* [AIM OF THE TASK]: Your job is to copy every line in the material containing the word "stdlib".

* [INFORMATION PROVIDED]:
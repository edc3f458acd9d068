"""Dutch: worked examples for every reading R1-R23 and D, the policies, numeric dates in the
CLDR order of ``nl``, questions mixing Dutch and English, and look-alike words (reading N).

Checked against:
- python-dateutil ``relativedelta``: weekday steps, day, week, month and year arithmetic with
  month-end clamping; stdlib ``calendar.monthrange``/``calendar.isleap``;
- ISO 8601 week dates via stdlib ``date.fromisocalendar`` (Dutch "week 48" is the ISO week);
- CLDR 49 via babel 2.19: Dutch day-period rules (``Locale("nl").day_period_rules``: ochtend
  06:00-12:00, middag 12:00-18:00, avond 18:00-24:00, nacht 00:00-06:00), the week data of the
  territory NL (``first_week_day``, ``weekend_start``/``weekend_end``) and the order of numeric
  dates (``babel.dates.get_date_format("short", locale="nl")``: dd-MM-y, day first; nl_BE
  d/MM/y);
- the IANA tz database via stdlib zoneinfo + tzdata: Amsterdam keeps the offsets and
  daylight-saving changes of Berlin, so the shared oracles' instants print the same;
- the questions and phrases are written from knowledge of the language (no published source);
- common practice (no published source): "afgelopen maandag" is the nearest Monday before
  today and "volgende week maandag" Monday of next week (locales/nl.toml); an article before
  the direction word ("de afgelopen week", "het afgelopen jaar") reads as English "the past
  week", a rolling window, while "afgelopen week" is the calendar week; "vannacht",
  "gisternacht" and "afgelopen nacht" are the night after yesterday evening; "tot" reads as
  English "until" (up to the end of the day named); "voor" before a date is "before", before
  a relative period it names that period ("voor morgen"); "om 3 uur" is a clock time.
"""

from __future__ import annotations

from datetime import date, datetime
from typing import Any
from zoneinfo import ZoneInfo

import pytest
from babel import Locale
from dateutil.relativedelta import FR, MO, SA, SU, TH, TU, WE, relativedelta

from nlnorm import Context, normalize
from nlnorm.locale import load_locale
from tests.helpers import BERLIN, NOW, TODAY
from tests.resolution.test_readings_en import (
    _cal_ahead,
    _cal_back,
    after,
    alt,
    before,
    day,
    elapsed,
    floor_hour,
    half,
    hour_of,
    in_week,
    iso,
    iso_week,
    iso_week_name,
    joined,
    leap_day,
    after_leap_day,
    midnight,
    month,
    month_of,
    most_recent_year,
    moved,
    next_year_after,
    numeric_order,
    on_or_after,
    on_or_before,
    quarter,
    quarter_of,
    since,
    span,
    strictly_after,
    strictly_before,
    until,
    wall,
    week,
    week_53_monday,
    week_start,
    year,
)
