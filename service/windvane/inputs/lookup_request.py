"""The lookup request: who asks (user, app), when, on what device and slot, for which campaigns.

The same request type is read by the CLI, the HTTP service and the tests, and checked
by msgspec with the same types as events. Time defaults to now, because a bidder asks
about the auction it is running.
"""

from __future__ import annotations

import time
from typing import Annotated, Any

import msgspec
from msgspec import Meta, Struct

from windvane.errors import BadRequest
from windvane.inputs.deadline import DEADLINE_HEADER, DEFAULT_DEADLINE_MS, MAX_DEADLINE_MS
from windvane.inputs.event_time import parse_time_s
from windvane.inputs.rtb_objects import (
    ID_REASON,
    Device,
    Flag,
    Geo,
    Identifier,
    Slot,
    check_ids,
    decode_checked,
    unsafe_id,
    validation_problem,
)

MAX_CAMPAIGNS = 500


class LookupRequest(Struct):
    """A lookup: who, when, on what device and slot, for which candidate campaigns."""

    user: Annotated[Identifier | None, Meta(description="hashed device or user id")] = None
    app: Annotated[Identifier | None, Meta(description="app bundle id")] = None
    ts_s: Annotated[
        float | str | None, Meta(description="epoch seconds or RFC 3339 with offset; default now")
    ] = msgspec.field(default=None, name="ts")
    device: Device | None = None
    geo: Geo | None = None
    slot: Slot | None = None
    campaigns: Annotated[
        tuple[Identifier, ...],
        Meta(max_length=MAX_CAMPAIGNS, description="candidate campaigns, each valued apart"),
    ] = ()
    coppa: Annotated[Flag | None, Meta(description="1: COPPA applies, no per-user state")] = False

    def __post_init__(self) -> None:
        if self.ts_s is None:
            self.ts_s = time.time()
        else:
            try:
                self.ts_s = parse_time_s(self.ts_s)
            except ValueError as exc:
                raise BadRequest("ts", str(exc)) from None
        if type(self.coppa) is not bool:
            self.coppa = bool(self.coppa)
        if unsafe_id(f"{self.user}{self.app}{''.join(self.campaigns)}"):
            check_ids(self, ("user", "app"), BadRequest)
            for i, campaign in enumerate(self.campaigns):
                if unsafe_id(campaign):
                    raise BadRequest(f"campaigns[{i}]", ID_REASON)
        if len(set(self.campaigns)) != len(self.campaigns):
            self.campaigns = tuple(dict.fromkeys(self.campaigns))

    @property
    def restricted(self) -> bool:
        """Limit-ad-tracking or COPPA: no per-user state may be read for this request."""
        return bool(self.coppa) or (self.device is not None and bool(self.device.lmt))


class LookupBody(LookupRequest):
    """A lookup as the HTTP API takes it: the request plus the model and the deadline."""

    model: Annotated[
        Annotated[str, Meta(min_length=1)] | None,
        Meta(description="model to score with; default: the service's"),
    ] = None
    deadline_ms: Annotated[
        Annotated[float, Meta(gt=0, le=MAX_DEADLINE_MS)] | None,
        Meta(
            description=f"answer within this many ms (default {DEFAULT_DEADLINE_MS:g}); "
            f"or the {DEADLINE_HEADER} header"
        ),
    ] = None


_DECODER = msgspec.json.Decoder(LookupBody)


def parse_lookup_request(obj: Any) -> LookupRequest:
    """Validate a decoded JSON value (a dict) as a lookup request, or raise ``BadRequest``."""
    try:
        return msgspec.convert(obj, LookupRequest)
    except msgspec.ValidationError as exc:
        raise BadRequest(*validation_problem(exc)) from None


def decode_lookup_body(body: bytes) -> LookupBody:
    """Decode and validate a lookup body in one pass, or raise ``BadRequest``."""
    return decode_checked(_DECODER, body, BadRequest, "the body is not valid JSON")
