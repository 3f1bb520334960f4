"""Device, Geo and Slot: the OpenRTB-shaped objects that events and lookup requests share.

Field names and meanings follow the OpenRTB 2.5 objects of the same names: ``device.w``
and ``device.h`` are physical pixels, ``device.pxratio`` is physical pixels per
device-independent pixel, ``slot.w``/``slot.h`` (the Banner object's w/h) are
device-independent pixels, ``geo.utcoffset`` is minutes east of UTC.

The rules live in the type declarations below, checked by msgspec while it decodes
(in C, which keeps validation off the top of a replay's or a lookup's profile). The
few functions at the end check single values with the same types, for callers that
walk a document by hand (the OpenRTB mapping), and ``validation_problem`` turns a
msgspec error into the field path and a reason in plain words.
"""

from __future__ import annotations

import re
from typing import Annotated, Any, Literal

import msgspec
from msgspec import Meta, Struct

from windvane.errors import InputError
from windvane.inputs.json_body import DEPTH_REASON

ErrorType = type[InputError]

MAX_ID_LENGTH = 256
ID_REASON = "must not contain spaces, control characters or braces"
COUNTRY_REASON = "must be an ISO 3166-1 alpha-3 code such as DEU"

# An id (user, app, campaign, creative): no spaces, control characters or braces, since
# braces would break the Redis hash tag that keeps one user's state in one cluster slot.
# The length is checked while decoding; the characters by ``unsafe_id`` in the owner's
# __post_init__, because a msgspec ``pattern`` runs a regular expression per value and
# cost a replay a fifth of its time.
Identifier = Annotated[str, Meta(min_length=1, max_length=MAX_ID_LENGTH)]
Positive = Annotated[float, Meta(gt=0)]
Flag = Literal[0, 1] | bool


class Device(Struct, omit_defaults=True):
    """OpenRTB 2.5 Device fields windvane reads."""

    ua: Annotated[str | None, Meta(description="user agent")] = None
    model: Annotated[
        str | None, Meta(description="device model, looked up in the device table")
    ] = None
    os: str | None = None
    w: Annotated[Positive | None, Meta(description="screen width, physical pixels")] = None
    h: Annotated[Positive | None, Meta(description="screen height, physical pixels")] = None
    pxratio: Annotated[
        Positive | None, Meta(description="physical pixels per device-independent pixel")
    ] = None
    lmt: Annotated[
        Flag | None, Meta(description="1: limit ad tracking, no per-user state is read")
    ] = False

    def __post_init__(self) -> None:
        if type(self.lmt) is not bool:
            self.lmt = bool(self.lmt)


class Geo(Struct, omit_defaults=True):
    """OpenRTB 2.5 Geo fields windvane reads, for the user's local time."""

    country: Annotated[str | None, Meta(description="ISO 3166-1 alpha-3, e.g. DEU")] = None
    lat: Annotated[float, Meta(ge=-90, le=90)] | None = None
    lon: Annotated[float, Meta(ge=-180, le=180)] | None = None
    utcoffset: Annotated[
        Annotated[int, Meta(ge=-720, le=840)] | None, Meta(description="minutes east of UTC")
    ] = None

    def __post_init__(self) -> None:
        country = self.country
        if country is not None:
            if not (len(country) == 3 and country.isascii() and country.isalpha()):
                raise ValueError(COUNTRY_REASON)  # msgspec reports it at this object's path
            if not country.isupper():
                self.country = country.upper()


def unsafe_id(value: str) -> bool:
    """True when an id holds a space, a control character or a brace (see ``Identifier``)."""
    return not value.isprintable() or " " in value or "{" in value or "}" in value


def check_ids(owner: object, names: tuple[str, ...], error: ErrorType) -> None:
    """Raise ``error(name, reason)`` for the first of ``owner``'s id fields that is unsafe.

    Callers on a hot path first test all ids at once (``unsafe_id`` of their
    concatenation, None included as the word, which is safe) and call this only then.
    """
    for name in names:
        value = getattr(owner, name)
        if value is not None and unsafe_id(value):
            raise error(name, ID_REASON)


class Slot(Struct):
    """The ad slot (OpenRTB 2.5 Banner w/h)."""

    w: Annotated[Positive, Meta(description="creative width, device-independent pixels")]
    h: Annotated[Positive, Meta(description="creative height, device-independent pixels")]


def decode_checked(
    decoder: msgspec.json.Decoder, data: bytes | str, error: ErrorType, not_json: str
) -> Any:
    """Decode and validate in one pass; ``error(field, reason)`` for a bad field or bad JSON.

    A typed decoder keeps nothing deeper than its type, so depth is not checked on the
    way (that would cost every lookup a pass); only JSON nested too deep for msgspec to
    skip raises ``RecursionError``, and it is refused as too deep (see ``json_body``).
    """
    try:
        return decoder.decode(data)
    except msgspec.ValidationError as exc:
        raise error(*validation_problem(exc)) from None
    except msgspec.DecodeError as exc:
        raise error("", f"{not_json} ({exc})") from None
    except RecursionError:
        raise error("", f"the JSON {DEPTH_REASON}") from None


def validation_problem(exc: msgspec.ValidationError, prefix: str = "") -> tuple[str, str]:
    """(dotted field path, reason in plain words) from a msgspec error."""
    message = str(exc)
    body, _, where = message.rpartition(" - at `")
    if not _:
        body, where = message, "$`"
    path = where.rstrip("`").removeprefix("$").lstrip(".")
    missing = re.match(r"Object missing required field `(.+)`", body)
    if body == COUNTRY_REASON:
        path, reason = f"{path}.country" if path else "country", body
    elif missing:
        path = f"{path}.{missing.group(1)}" if path else missing.group(1)
        reason = "is missing"
    else:
        reason = _reason(body)
    if prefix:
        path = f"{prefix}.{path}" if path and not path.startswith("[") else f"{prefix}{path}"
    return path, reason


_TYPE_WORDS = {
    "float": "a number", "int": "a whole number", "str": "a string", "bool": "a boolean",
    "object": "an object", "array": "an array", "null": "null",
}  # fmt: skip


def _words(spec: str) -> str:
    parts = [p.strip().strip("`") for p in spec.split("|")]
    named = [_TYPE_WORDS.get(p, p) for p in parts if p != "null"]
    return " or ".join(dict.fromkeys(named)) or "null"


def _reason(body: str) -> str:
    if body.startswith("Invalid enum value"):
        return body.replace("Invalid enum value", "is not allowed:", 1)
    match = re.match(r"Expected `([^`]+)`, got `([^`]+)`", body)
    if match:
        return f"must be {_words(match.group(1))}, not {_words(match.group(2))}"
    match = re.match(r"Expected `(?:str|array)` of length >= 1", body)
    if match:
        return "must not be empty"
    match = re.match(r"Expected `(?:str|array)` of length <= (\d+)", body)
    if match:
        return f"is longer than {match.group(1)}"
    match = re.match(r"Expected `(?:float|int)` (>=|>|<=|<) (\S+)", body)
    if match:
        words = {">=": "at least", ">": "greater than", "<=": "at most", "<": "less than"}
        bound = float(match.group(2))
        return f"must be {words[match.group(1)]} {bound:g}"
    return body


def _convert(raw: object, kind: Any, field: str, error: ErrorType) -> Any:
    try:
        return msgspec.convert(raw, kind)
    except msgspec.ValidationError as exc:
        path, reason = validation_problem(exc, field)
        raise error(path, reason) from None


def identifier(raw: object, field: str, error: ErrorType) -> str | None:
    """An id, or None when absent; ``error(field, reason)`` when malformed."""
    if raw is None:
        return None
    value = _convert(raw, Identifier, field, error)
    if unsafe_id(value):
        raise error(field, ID_REASON)
    return value


def flag(raw: object, field: str, error: ErrorType) -> bool:
    """An OpenRTB 0/1 flag; booleans are accepted as well."""
    return False if raw is None else bool(_convert(raw, Flag, field, error))


def json_object(raw: object, field: str, error: ErrorType) -> dict | None:
    if raw is None:
        return None
    if not isinstance(raw, dict):
        raise error(field, f"must be an object, not {json_type(raw)}")
    return raw


def parse_device(raw: object, error: ErrorType, prefix: str = "device") -> Device | None:
    return None if raw is None else _convert(raw, Device, prefix, error)


def parse_geo(raw: object, error: ErrorType, prefix: str = "geo") -> Geo | None:
    return None if raw is None else _convert(raw, Geo, prefix, error)


def parse_slot(raw: object, error: ErrorType, prefix: str = "slot") -> Slot | None:
    return None if raw is None else _convert(raw, Slot, prefix, error)


def json_type(raw: object) -> str:
    if isinstance(raw, str):
        return "a string"
    if isinstance(raw, list):
        return "an array"
    if isinstance(raw, dict):
        return "an object"
    if isinstance(raw, bool):
        return "a boolean"
    return type(raw).__name__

* [TASK SOLUTION]:
  month-end clamping; stdlib ``calendar.monthrange``/``calendar.isleap``;
- ISO 8601 week dates via stdlib ``date.fromisocalendar`` (Dutch "week 48" is the ISO week);
- the IANA tz database via stdlib zoneinfo + tzdata: Amsterdam keeps the offsets and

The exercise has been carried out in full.